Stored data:

Segment Open

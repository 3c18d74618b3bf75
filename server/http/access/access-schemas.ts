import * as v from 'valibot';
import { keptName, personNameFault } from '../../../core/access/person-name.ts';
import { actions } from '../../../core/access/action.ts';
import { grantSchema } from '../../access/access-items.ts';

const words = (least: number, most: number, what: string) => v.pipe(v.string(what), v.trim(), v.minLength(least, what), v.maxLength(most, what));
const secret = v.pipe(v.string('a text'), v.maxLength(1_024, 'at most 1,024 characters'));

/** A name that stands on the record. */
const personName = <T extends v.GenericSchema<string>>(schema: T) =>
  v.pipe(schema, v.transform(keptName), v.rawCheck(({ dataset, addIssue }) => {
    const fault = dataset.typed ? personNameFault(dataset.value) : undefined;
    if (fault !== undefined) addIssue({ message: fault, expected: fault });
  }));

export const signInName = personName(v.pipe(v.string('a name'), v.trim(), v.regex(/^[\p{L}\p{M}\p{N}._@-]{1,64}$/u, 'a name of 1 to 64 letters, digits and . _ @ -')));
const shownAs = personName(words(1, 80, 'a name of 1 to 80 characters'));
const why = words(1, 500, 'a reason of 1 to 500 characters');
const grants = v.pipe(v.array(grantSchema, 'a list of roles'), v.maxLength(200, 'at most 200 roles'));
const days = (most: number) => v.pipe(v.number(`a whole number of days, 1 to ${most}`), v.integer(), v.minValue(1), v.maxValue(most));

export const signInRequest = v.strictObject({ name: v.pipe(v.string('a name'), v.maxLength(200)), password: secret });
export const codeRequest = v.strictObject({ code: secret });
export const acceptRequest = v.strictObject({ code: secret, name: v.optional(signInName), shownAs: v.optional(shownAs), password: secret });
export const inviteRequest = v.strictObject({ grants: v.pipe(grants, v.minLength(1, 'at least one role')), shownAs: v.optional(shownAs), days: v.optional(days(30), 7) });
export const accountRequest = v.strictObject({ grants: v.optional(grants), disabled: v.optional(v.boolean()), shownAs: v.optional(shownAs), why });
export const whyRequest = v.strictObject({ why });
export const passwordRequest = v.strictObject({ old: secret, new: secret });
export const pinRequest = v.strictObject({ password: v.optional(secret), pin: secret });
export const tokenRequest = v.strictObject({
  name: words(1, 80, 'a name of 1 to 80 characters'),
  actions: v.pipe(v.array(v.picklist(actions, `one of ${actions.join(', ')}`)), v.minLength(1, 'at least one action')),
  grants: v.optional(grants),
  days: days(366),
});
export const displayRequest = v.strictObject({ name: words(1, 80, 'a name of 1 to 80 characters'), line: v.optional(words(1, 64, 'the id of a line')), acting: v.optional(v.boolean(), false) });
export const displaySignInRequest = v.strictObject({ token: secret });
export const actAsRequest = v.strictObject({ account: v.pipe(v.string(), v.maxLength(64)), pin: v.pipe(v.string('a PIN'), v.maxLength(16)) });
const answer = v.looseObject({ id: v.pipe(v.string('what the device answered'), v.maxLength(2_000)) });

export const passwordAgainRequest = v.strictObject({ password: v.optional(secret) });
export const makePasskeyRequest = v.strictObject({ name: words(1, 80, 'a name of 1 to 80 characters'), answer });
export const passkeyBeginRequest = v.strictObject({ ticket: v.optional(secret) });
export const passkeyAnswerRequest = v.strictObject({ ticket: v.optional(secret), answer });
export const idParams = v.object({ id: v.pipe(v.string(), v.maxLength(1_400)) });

Segment Closed

HOW TO COMPLETE THIS TASK
Repeat all of the records exactly.

ANSWER TO THIS EXERCISE
repository 3c18d74618b3bf75
filename server/http/access/access-schemas.ts
import * as v from 'valibot';
import { keptName, personNameFault } from '../../../core/access/person-name.ts';
import { actions } from '../../../core/access/action.ts';
import { grantSchema } from '../../access/access-items.ts';

const words = (least: number, most: number, what: string) => v.pipe(v.string(what), v.trim(), v.minLength(least, what), v.maxLength(most, what));
const secret = v.pipe(v.string('a text'), v.maxLength(1_024, 'at most 1,024 characters'));

/** A name that stands on the record. */
const personName = <T extends v.GenericSchema<string>>(schema: T) =>
  v.pipe(schema, v.transform(keptName), v.rawCheck(({ dataset, addIssue }) => {
    const fault = dataset.typed ? personNameFault(dataset.value) : undefined;
    if (fault !== undefined) addIssue({ message: fault, expected: fault });
  }));

export const signInName = personName(v.pipe(v.string('a name'), v.trim(), v.regex(/^[\p{L}\p{M}\p{N}._@-]{1,64}$/u, 'a name of 1 to 64 letters, digits and . _ @ -')));
const shownAs = personName(words(1, 80, 'a name of 1 to 80 characters'));
const why = words(1, 500, 'a reason of 1 to 500 characters');
const grants = v.pipe(v.array(grantSchema, 'a list of roles'), v.maxLength(200, 'at most 200 roles'));
const days = (most: number) => v.pipe(v.number(`a whole number of days, 1 to ${most}`), v.integer(), v.minValue(1), v.maxValue(most));

export const signInRequest = v.strictObject({ name: v.pipe(v.string('a name'), v.maxLength(200)), password: secret });
export const codeRequest = v.strictObject({ code: secret });
export const acceptRequest = v.strictObject({ code: secret, name: v.optional(signInName), shownAs: v.optional(shownAs), password: secret });
export const inviteRequest = v.strictObject({ grants: v.pipe(grants, v.minLength(1, 'at least one role')), shownAs: v.optional(shownAs), days: v.optional(days(30), 7) });
export const accountRequest = v.strictObject({ grants: v.optional(grants), disabled: v.optional(v.boolean()), shownAs: v.optional(shownAs), why });
export const whyRequest = v.strictObject({ why });
export const passwordRequest = v.strictObject({ old: secret, new: secret });
export const pinRequest = v.strictObject({ password: v.optional(secret), pin: secret });
export const tokenRequest = v.strictObject({
  name: words(1, 80, 'a name of 1 to 80 characters'),
  actions: v.pipe(v.array(v.picklist(actions, `one of ${actions.join(', ')}`)), v.minLength(1, 'at least one action')),
  grants: v.optional(grants),
  days: days(366),
});
export const displayRequest = v.strictObject({ name: words(1, 80, 'a name of 1 to 80 characters'), line: v.optional(words(1, 64, 'the id of a line')), acting: v.optional(v.boolean(), false) });
export const displaySignInRequest = v.strictObject({ token: secret });
export const actAsRequest = v.strictObject({ account: v.pipe(v.string(), v.maxLength(64)), pin: v.pipe(v.string('a PIN'), v.maxLength(16)) });
const answer = v.looseObject({ id: v.pipe(v.string('what the device answered'), v.maxLength(2_000)) });

export const passwordAgainRequest = v.strictObject({ password: v.optional(secret) });
export const makePasskeyRequest = v.strictObject({ name: words(1, 80, 'a name of 1 to 80 characters'), answer });
export const passkeyBeginRequest = v.strictObject({ ticket: v.optional(secret) });
export const passkeyAnswerRequest = v.strictObject({ ticket: v.optional(secret), answer });
export const idParams = v.object({ id: v.pipe(v.string(), v.maxLength(1_400)) });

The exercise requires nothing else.